Polls close in Tonga election

 Tongans went to the polls Thursday for only the second time since commoners have been able to elect the majority of MPs in the Pacific kingdom, amid calls for a more dynamic parliament. 

Nuku`alofa: Tongans went to the polls Thursday for only the second time since commoners have been able to elect the majority of MPs in the Pacific kingdom, amid calls for a more dynamic parliament. 

Although it could be some days before completed results are returned from outlying islands, electoral officials said the shape of the new government would be evident late Thursday night. 
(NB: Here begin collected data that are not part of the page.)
import { useEffect, useState } from 'react';
import { StyleSheet, Text } from 'react-native';
import { colors, fonts } from '../../../constants/theme';
import { TextField } from '../../ui/TextField';
import { ChoiceRow } from '../ChoiceRow';
import { wholeNumber } from '../fieldErrors';

export interface EditorProps<Input> {
  input: Input;
  errors: Record<string, string>;
  onChange: (input: Input) => void;
  /** Labels of the notebook's model & parameters cells. */
  setupLabels: string[];
  /** Prefix of every field's testID, e.g. "cell-flow". */
  testPrefix: string;
  /** The saved d of each model & parameters cell, by label (a scan states its window of s). */
  setupDimensions?: ReadonlyMap<string, string | undefined>;
}

interface NumberFieldProps {
  label: string;
  value: number | string;
  onChange: (value: number | string) => void;
  error?: string;
  hint?: string;
  testID?: string;
  /** A symbol accepted in place of a number, e.g. "N". */
  allowSymbol?: string;
}

/** A whole-number field that keeps what was typed (even half-typed) while the input holds a number. */
export function WholeNumberField(props: NumberFieldProps) {
  return <TypedNumberField {...props} read={wholeNumber} keyboardType={props.allowSymbol ? 'default' : 'number-pad'} />;
}

/**
 * The N of a preset: any real number. A whole number is kept as a number, anything else as the typed
 * text (a decimal, read exactly by the engine; the schema names what is wrong with other text).
 */
export function PresetNField(props: NumberFieldProps) {
  return <TypedNumberField {...props} read={presetNumber} keyboardType={props.allowSymbol ? 'default' : 'numbers-and-punctuation'} />;
}

export function presetNumber(typed: string): number | string {
  const text = typed.trim();
  return /^-?\d+$/.test(text) ? Number(text) : text;
}

function TypedNumberField({ label, value, onChange, error, hint, testID, allowSymbol, read, keyboardType }: NumberFieldProps & {
  read: (typed: string) => number | string;
  keyboardType: 'default' | 'number-pad' | 'numbers-and-punctuation';
}) {
  const [text, setText] = useState(String(value));
  const parse = (typed: string) => (allowSymbol && typed.trim() === allowSymbol ? allowSymbol : read(typed));
  useEffect(() => {
    const parsed = parse(text);
    if (parsed !== value && !(Number.isNaN(parsed) && Number.isNaN(value))) setText(String(value));
    // Only a change from outside (reload, another preset) should overwrite the typed text.
    // eslint-disable-next-line react-hooks/exhaustive-deps
  }, [value]);
  return (
    <TextField
      label={label}
      value={text}
      onChangeText={(typed) => {
        setText(typed);
        onChange(parse(typed));
      }}
      keyboardType={keyboardType}
      error={error}
      hint={hint}
      testID={testID}
    />
  );
}

/** Text for an optional field: an empty box means "not given". */
export const optionalText = (text: string) => (text.trim() === '' ? undefined : text);

export function SetupChoice({ value, setupLabels, onChange, error, testID, optional = false }: {
  value: string | undefined;
  setupLabels: string[];
  onChange: (label: string | undefined) => void;
  error?: string;
  testID: string;
  optional?: boolean;
}) {
  if (setupLabels.length === 0 && !optional) {
    return <TextField label="Uses the model & parameters cell" value={value ?? ''} onChangeText={onChange} error={error ?? 'Add a model & parameters cell first'} testID={testID} />;
  }
  const options = [...(optional ? [{ value: '', label: 'none' }] : []), ...setupLabels.map((label) => ({ value: label, label }))];
  if (value && !setupLabels.includes(value)) options.push({ value, label: `${value} (missing)` });
  return (
    <>
      <ChoiceRow label="Uses the model & parameters cell" options={options} value={value ?? ''} onChange={(label) => onChange(label || undefined)} testID={testID} />
      {error ? <FieldError message={error} testID={`${testID}-error`} /> : null}
    </>
  );
}

export function FieldError({ message, testID }: { message: string; testID?: string }) {
  return (
    <Text style={styles.error} accessibilityRole="alert" testID={testID}>
      {message}
    </Text>
  );
}

const styles = StyleSheet.create({ error: { fontFamily: fonts.regular, fontSize: 13, color: colors.danger } });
Analysts have predicted the election will produce a number of new faces as Tongans weigh up the impact of the first four years of a democratically elected government.

In an editorial ahead of the election, the Matangi Tonga website said the island nation needed a government that could "save the country from its current economic downward spiral".

"The more democratic system of government was implemented with the conviction that it would provide answers to our economic, political and social problems ... (but) Tonga remains worse off than we were four years ago."

Electoral Commission chairman Barrie Sweetman said more than 51,000 Tongans were registered to vote with 105 candidates -- 38 fewer than the last election in 2010 -- contesting the 17 seats set aside for people`s representatives. 

The kingdom`s nobility, who had a stranglehold on running the country prior to 2010, will elect the other nine members of the 26-seat parliament.

It was confirmed soon after voting closed at 4:00 pm (0300 GMT) that the nobles had re-elected the Prime Minister, Lord Tu`ivakanoto.